Saturday, February 23, 2008

BARAKA !!!!!!


Without words this movie uses camera shots and music to show us the world, with an emphasis not on "where," but on "what's there." It begins with morning, natural landscapes and people at prayer: volcanoes, waterfalls, forests; several hundred monks chanting. Indian peoples apply body paint; various landscapes, churches, ruins, religious ceremonies, and cities thrumming with life and whole villages dance. The film moves to destruction of nature by showing us logging, blasting, and strip mining. Images of poverty, rapid urban life, and factories give way to war, concentration camps, and mass graves. Ancient ruins come into view, and then a river where people bathe and funeral burns take place.
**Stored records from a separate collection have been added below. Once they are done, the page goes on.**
package dynamic

import (
	"math"
	"testing"
)

func near(t testing.TB, what string, got, want, tol float64) {
	t.Helper()
	if !(math.Abs(got-want) <= tol) {
		t.Errorf("%s: %.9g, want %.9g within %.2g", what, got, want, tol)
	}
}

// R2. Kundur, Power System Stability and Control, 1994, example 11.1 (from memory): four
// 500 MVA machines, H = 5 s; load of 1,020 MW that changes 1.5 % for 1 % of frequency; 20 MW
// of load lost, no governors, 60 Hz: time constant 13.33 s, steady deviation +0.8 Hz.
func TestReferenceLoadAlone(t *testing.T) {
	// D = 1.5·1,000/60 MW/Hz is counted on the 1,000 MW that remain, as in the example's 0.75 p.u.
	sys := &System{NominalHz: 60, LoadMW: 1000, DampingPctPerHz: 1.5 * 100 / 60, InertiaMWs: 4 * 500 * 5}
	var s Simulator
	o := s.Run(sys, []Loss{{Name: "load", MW: -20}}, Options{SteadyByS: 100, UntilS: 200})
	near(t, "steady deviation", -o.EndHz, 0.8, 5e-4) // three digits
	near(t, "highest", o.PeakHz, 0.8, 5e-4)
	const tau = 40.0 / 3
	for _, at := range []float64{1, tau, 30} {
		near(t, "course", -deviationAt(o, at), 0.8*(1-math.Exp(-at/tau)), 5e-4)
	}
}

func deviationAt(o *Outcome, t float64) float64 {
	for i := 1; i < len(o.Points); i++ {
		a, b := o.Points[i-1], o.Points[i]
		if a.S <= t && t <= b.S && b.S > a.S {
			h, x := b.S-a.S, (t-a.S)/(b.S-a.S)
			m0, m1, rise := h*a.HzPerS, h*b.HzPerS, b.Hz-a.Hz
			return a.Hz + x*(m0+x*((3*rise-2*m0-m1)+x*(m0+m1-2*rise)))
		}
	}
	return o.Points[len(o.Points)-1].Hz
}

// R3. Glover, Sarma, Overbye, Power System Analysis and Design, chapter on power system
// controls (from memory): machines of 1,000, 750 and 500 MVA, droop 0.05 on own base, 200 MW
// more load, no load damping, 60 Hz: −0.2667 Hz; shares 88.89, 66.67, 44.44 MW.
func TestReferenceDroopShares(t *testing.T) {
	m := &Model{Kind: Steam, DroopPct: 5, GovernorS: 0.2, ChestS: 0.3, HighPressureShare: 1}
	sys := &System{NominalHz: 60, LoadMW: 2000, InertiaMWs: 9000}
	for _, mva := range []float64{1000, 750, 500} {
		sys.Units = append(sys.Units, Unit{Model: m, N: 1, RatingMW: mva, UpMW: mva, DownMW: mva})
	}
	var s Simulator
	o := s.Run(sys, []Loss{{MW: 200}}, Options{SteadyByS: 100, UntilS: 150, Record: true, TolHz: 1e-7})
	near(t, "deviation", o.EndHz, 0.2667, 5e-5)
	for i, want := range []float64{88.89, 66.67, 44.44} {
		near(t, "share", o.MW[i][len(o.MW[i])-1], want, 0.005)
	}
}

// R4 in closed loop. UCTE Operation Handbook, appendix 1 (from memory): 3,000 MW lost, load
// of 150 GW with 1 %/Hz, 15,000 MW/Hz of primary control: 0.182 Hz (computed). 5 % of droop
// on 37,500 MW of machines are 15,000 MW/Hz.
func TestReferenceUCTEIncident(t *testing.T) {
	m := &Model{Kind: Steam, DroopPct: 5, GovernorS: 0.2, ChestS: 0.3, ReheatS: 7, HighPressureShare: 0.3}
	sys := &System{NominalHz: 50, LoadMW: 150_000, DampingPctPerHz: 1, InertiaMWs: 900_000,
		Units: []Unit{{Model: m, N: 75, RatingMW: 500, UpMW: 100, DownMW: 100}}}
	var s Simulator
	o := s.Run(sys, []Loss{{MW: 3000}}, Options{SteadyByS: 200, UntilS: 300})
	near(t, "steady deviation", o.SteadyHz, 3000.0/16_500, 1e-5)
	near(t, "rounded as published", o.SteadyHz, 0.182, 5e-4)
	if o.NadirHz <= o.SteadyHz {
		t.Errorf("nadir %g above the steady deviation", o.NadirHz)
	}
}

// anderson is R7: Anderson, Mirheydar, "A low-order system frequency response model", IEEE
// Trans. Power Systems 5(3), 1990 (form and typical values from memory).
func anderson(t float64) float64 {
	const r, h, km, fh, tr, d, p = 0.05, 4.0, 0.95, 0.3, 8.0, 1.0, -0.2
	wn := math.Sqrt((d*r + km) / (2 * h * r * tr))
	z := wn * (2*h*r + (d*r+km*fh)*tr) / (2 * (d*r + km))
	root := math.Sqrt(1 - z*z)
	wr := wn * root
	alpha := math.Sqrt((1 - 2*tr*z*wn + tr*tr*wn*wn) / (1 - z*z))
	phi := math.Atan2(wr*tr, 1-z*wn*tr) - math.Atan2(root, -z)
	return r * p / (d*r + km) * (1 + alpha*math.Exp(-z*wn*t)*math.Sin(wr*t+phi))
}

// R7: nadir −0.021664 p.u. at 2.3688 s, steady −0.0100; the whole curve to 1e-4 p.u.
func TestReferenceReheatResponse(t *testing.T) {
	m := &Model{Kind: Steam, DroopPct: 5, Gain: 0.95, ReheatS: 8, HighPressureShare: 0.3}
	const base = 1000.0
	// D = 1 p.u. of the base for 1 p.u. of frequency.
	sys := &System{NominalHz: 60, LoadMW: base, DampingPctPerHz: 100.0 / 60, InertiaMWs: 4 * base,
		Units: []Unit{{Model: m, N: 1, RatingMW: base, UpMW: base, DownMW: base}}}
	var s Simulator
	o := s.Run(sys, []Loss{{MW: 0.2 * base}}, Options{SteadyByS: 60, UntilS: 80})
	near(t, "nadir", o.NadirHz/60, 0.021664, 1e-4)
	near(t, "nadir", o.NadirHz, 1.2998, 5e-4)
	near(t, "instant of the nadir", o.NadirS, 2.3688, 0.005)
	near(t, "steady", o.EndHz/60, 0.0100, 1e-4)
	for at := 0.0; at <= 60; at += 0.05 {
		near(t, "curve", -deviationAt(o, at)/60, anderson(at), 1e-4)
	}
}

// S3. Technical requirements for fast frequency reserve provision in the Nordic synchronous
// area (ENTSO-E, read): full activation within 1.3 s at 49.7 Hz, 1.0 s at 49.6 Hz, 0.7 s at
// 49.5 Hz; support for at least 5 s if withdrawn at no more than 20 % of the capacity a second,
// else 30 s; ready again within 15 min. A ramp of frequency through the level is the test.
func TestReferenceFastReserveQualifies(t *testing.T) {
	for _, v := range []struct {
		level, full, hold, withdraw float64
		want                        bool
	}{
		{0.3, 1.3, 30, 0, true}, {0.4, 1.0, 30, 0, true}, {0.5, 0.7, 5, 5, true},
		{0.3, 1.4, 30, 0, false}, // slower
		{0.5, 0.7, 5, 4, false},  // withdrawn at 25 % a second after 5 s
		{0.5, 0.7, 29, 0, false}, // at once after less than 30 s
	} {
		m := Defaults(Step)
		m.LevelHz = v.level
		m.Course.DelayS, m.Course.RampS = 0.2, v.full-0.2
		m.Course.HoldS, m.Course.WithdrawS = v.hold, v.withdraw
		if got := qualifies(&m); got != v.want {
			t.Errorf("%+v qualifies: %v", v, got)
		}
	}
}

// qualifies measures the delivered share while frequency falls through the level at
// 0.24 Hz/s and stays 0.6 Hz below nominal, against the limits above.
func qualifies(m *Model) bool {
	var s Simulator
	const every = 0.01
	share := course(&s, m, Test{HzPerS: 0.24, ToHz: 0.6}, 120, every)
	trigger := m.LevelHz / 0.24
	full := map[float64]float64{0.3: 1.3, 0.4: 1.0, 0.5: 0.7}[m.LevelHz]
	first, last := -1.0, -1.0
	steepest := 0.0
	for i, v := range share {
		at := float64(i)*every - trigger
		if v >= 1-1e-6 {
			if first < 0 {
				first = at
			}
			last = at
		}
		if i > 0 && last > 0 {
			steepest = max(steepest, (share[i-1]-v)/every)
		}
	}
	if first < 0 || first > full+every {
		return false
	}
	least := 30.0
	if steepest <= 0.2*(1+1e-6) {
		least = 5
	}
	return last-full >= least-2*every && m.RestS <= 900
}

// course gives what one unit that holds all it can delivers in a test, as a share of what
// it holds, every so many seconds from 0 on. A droop holds what it asks for at ToHz, a step
// and synthetic inertia 1 MW, the latter for the kinetic energy that asks for it at HzPerS.
func course(s *Simulator, m *Model, q Test, untilS, everyS float64) []float64 {
	const f0 = 50
	u := Unit{Model: m, N: 1, RatingMW: 1, UpMW: 1}
	if m.DroopPct > 0 {
		gain := m.Gain
		if gain == 0 {
			gain = 1
		}
		u.RatingMW = m.DroopPct / 100 * f0 / (gain * max(q.ToHz-m.DeadbandHz, 1e-9))
	}
	if m.Kind == Synthetic {
		u.SyntheticMWs = f0 / (2 * max(q.HzPerS, 1e-9))
	}
	return s.Deliver(&u, f0, q.At, untilS, everyS)
}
Prayer and nature return. A monk rings a huge bell; stars wheel across the sky The movie draws some surprising connections between various peoples and the spaces they inhabit, whether that space is a lonely mountaintop or a crowded cigarette factory. Some of these attempts at connection are more successful than others: for instance, an early sequence between the daily devotions of religion Tibetan monks, and Orthodox Jews, finding more similarity among their rituals than one might expect. And there are other amazing moments, as when sped-up footage of a busy intersection reveals a beautiful symmetry to urban life that could only be appreciated from the perspective of film. The lack of context can be frustrating, not knowing where a section was filmed, or the meaning of the ritual taking place, and some of the transitions are questioning. This fil used time-laps photography in order to capture the great pulse of humanity as it interacted in daily activity.